_Given records:_
··········

package slab

// decay is the decay constant over k of a half-space along the way: u itself where that
// is the unknown, and proportional to it where the two half-spaces are alike.
func (q *line[T]) decay(e *side[T], c *coefs[T], v series[T]) series[T] {
	if e.cut {
		return q.u
	}
	if e.level {
		return mul(q.u, q.likeness(c))
	}
	v = sub(v, c.gap)
	if q.tm {
		v = mul(mul(c.inv, c.b), v)
	}
	return root(v)
}

// likeness is decay over u for a half-space that is level with the cut-off.
func (q *line[T]) likeness(c *coefs[T]) series[T] {
	if !q.tm {
		return constant(T(1))
	}
	sigma := q.sigma
	if q.still {
		sigma = constant(sigma.a)
	}
	return root(mul(mul(c.inv, c.b), sigma))
}

// start sets the state at an end of the line.
func (q *line[T]) start(e *side[T], v series[T], s *state[T]) {
	switch e.closure {
	case psiZero:
		*s = state[T]{phi: constant(T(1))}
		return
	case fluxZero:
		*s = state[T]{psi: constant(T(1))}
		return
	}
	c := &e.live
	if q.still {
		frozen := c.freeze()
		c = &frozen
	}
	g := q.decay(e, c, v)
	if q.tm {
		g = mul(g, inverse(c.inv))
	}
	*s = state[T]{psi: constant(T(1)), phi: g}
}

// carry computes the states at the interfaces up to m from below and down to
// m from above: of the point as it moves with frequency, or where still is
// set, in u alone (so that a u of {u0, 1} gives derivatives in
// u). Interface i lies below film i. What they are
// scaled by is kept in factor.
func (q *line[T]) carry(m int) {
	last := len(q.films)
	v := q.rise(q.u)
	q.start(&q.ends[0], v, &q.states[0][0])
	q.start(&q.ends[1], v, &q.states[1][last])
	for i := range m {
		q.cross(i, &q.states[0][i], &q.states[0][i+1], v)
	}
	for i := last - 1; i >= m; i-- {
		q.cross(i, &q.states[1][i+1], &q.states[1][i], v)
	}
}

// cross carries a state through film i; by symmetry it serves both ways.
func (q *line[T]) cross(i int, in, out *state[T], v series[T]) {
	f := &q.films[i]
	c, dh := &f.live, f.h
	if q.still {
		frozen := c.freeze()
		c, dh = &frozen, 0
	}
	g := sub(c.gap, v) // e - N
	z := mul(series[T]{f.h * f.h, 2 * f.h * dh, dh * dh, 0}, g)
	if q.tm {
		z, g = mul(mul(c.inv, c.b), z), mul(c.b, g)
	}
	q.z[i] = z.first()
	wall := evanescent(z.a)
	if q.evened && wall {
		q.tunnel(i, in, out, z, mul(c.inv, series[T]{a: f.h, b: dh}))
		return
	}
	var cos, sinc series[T]
	if wall {
		cos, sinc, q.factor[i] = waves(z)
	} else {
		t := q.trig(i, z.a)
		q.factor[i] = linear[T]{a: t.factor}
		cos, sinc = compose(&t.f, z)
	}
	s := mul(series[T]{a: f.h, b: dh}, sinc)
	r := mul(g, s)
	if q.tm {
		s = mul(c.inv, s)
	}
	out.psi = add(mul(cos, in.psi), mul(s, in.phi))
	out.phi = sub(mul(cos, in.phi), mul(r, in.psi))
	if q.evened {
		q.even(i, out)
	} else {
		q.tame(i, out)
	}
}

// tunnel carries a state through a film of several decay lengths as two waves,
// a growing and a decaying one, of ratio r: what does not get through is lost
// without loss of digits. admit is the film's h/p.
func (q *line[T]) tunnel(i int, in, out *state[T], z, admit series[T]) {
	x := root(scale(z, -1))
	e := power(scale(x, -1))
	over := mul(admit, inverse(x)) // 1/p k
	y := mul(over, in.phi)
	grow, fall := scale(add(in.psi, y), 0.5), scale(sub(in.psi, y), 0.5)
	fall = mul(mul(fall, e), e)
	sign := T(1)
	if modulus(fall.a) > modulus(grow.a) {
		grow, fall, sign = fall, grow, -1
	}
	by := inverse(grow)
	r := mul(fall, by)
	q.factor[i] = mul(e, by).first()
	out.psi, out.phi = r, scale(r, -1)
	out.psi.a += 1
	out.phi.a += 1
	out.phi = mul(scale(inverse(over), sign), out.phi)
}

// even divides a state by the larger of its parts, as that moves. What the
// films on the way do to the size of both then costs no digits in the derivatives, however
// sharply it depends on N near a resonance of a far film.
func (q *line[T]) even(i int, s *state[T]) {
	var r series[T]
	if modulus(s.psi.a) >= modulus(s.phi.a) {
		r = inverse(s.psi)
		s.psi, s.phi = constant(T(1)), mul(s.phi, r)
	} else {
		r = inverse(s.phi)
		s.phi, s.psi = constant(T(1)), mul(s.psi, r)
	}
	q.factor[i] = q.factor[i].times(r.first())
}

// tame keeps states within the range of floating point.
func (q *line[T]) tame(i int, s *state[T]) {
	size := rough(s.psi.a) + rough(s.phi.a)
	if size > 1e-60 && size < 1e60 || size == 0 {
		return
	}
	k := num[T](1 / size)
	q.factor[i] = q.factor[i].by(k)
	s.psi, s.phi = scale(s.psi, k), scale(s.phi, k)
}

// compose gives the series of cos x and sin x / x from those of z = x^2.
func compose[T scalar](f *[5]T, z series[T]) (c, s series[T]) {
	d := z.b
	dd := d * d
	c1, s1 := -0.5*f[1], -0.5*f[2]
	c2, s2 := 0.125*f[2], 0.125*f[3]
	c3, s3 := -f[3]*(1.0/48), -f[4]*(1.0/48)
	two := 2 * d * z.c
	c = series[T]{f[0], c1 * d, c1*z.c + c2*dd, c1*z.d + c2*two + c3*dd*d}
	s = series[T]{f[1], s1 * d, s1*z.c + s2*dd, s1*z.d + s2*two + s3*dd*d}
	return c, s
}

// waves gives cosh x and sinh x / x, x^2 = -z, both times exp(-x): with
// that factor taken out as it moves, a film of many decay lengths costs no digits in
// the derivatives.
func waves[T scalar](z series[T]) (c, s series[T], factor linear[T]) {
	x := root(scale(z, -1))
	e := power(scale(x, -1))
	ee := mul(e, e)
	c, s = scale(ee, 0.5), scale(ee, -0.5)
	c.a += 0.5
	s.a += 0.5
	return c, mul(s, inverse(x)), e.first()
}

// mismatch is zero at a mode: how far the states miss each other at
// interface m.
func (q *line[T]) mismatch(m int) series[T] {
	a, b := &q.states[0][m], &q.states[1][m]
	return add(mul(a.psi, b.phi), mul(a.phi, b.psi))
}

··········

_How to complete this task:_ When a line above includes the word "over", please list that line.

_Expected output:_
// decay is the decay constant over k of a half-space along the way: u itself where that
// likeness is decay over u for a half-space that is level with the cut-off.
	over := mul(admit, inverse(x)) // 1/p k
	y := mul(over, in.phi)
	out.phi = mul(scale(inverse(over), sign), out.phi)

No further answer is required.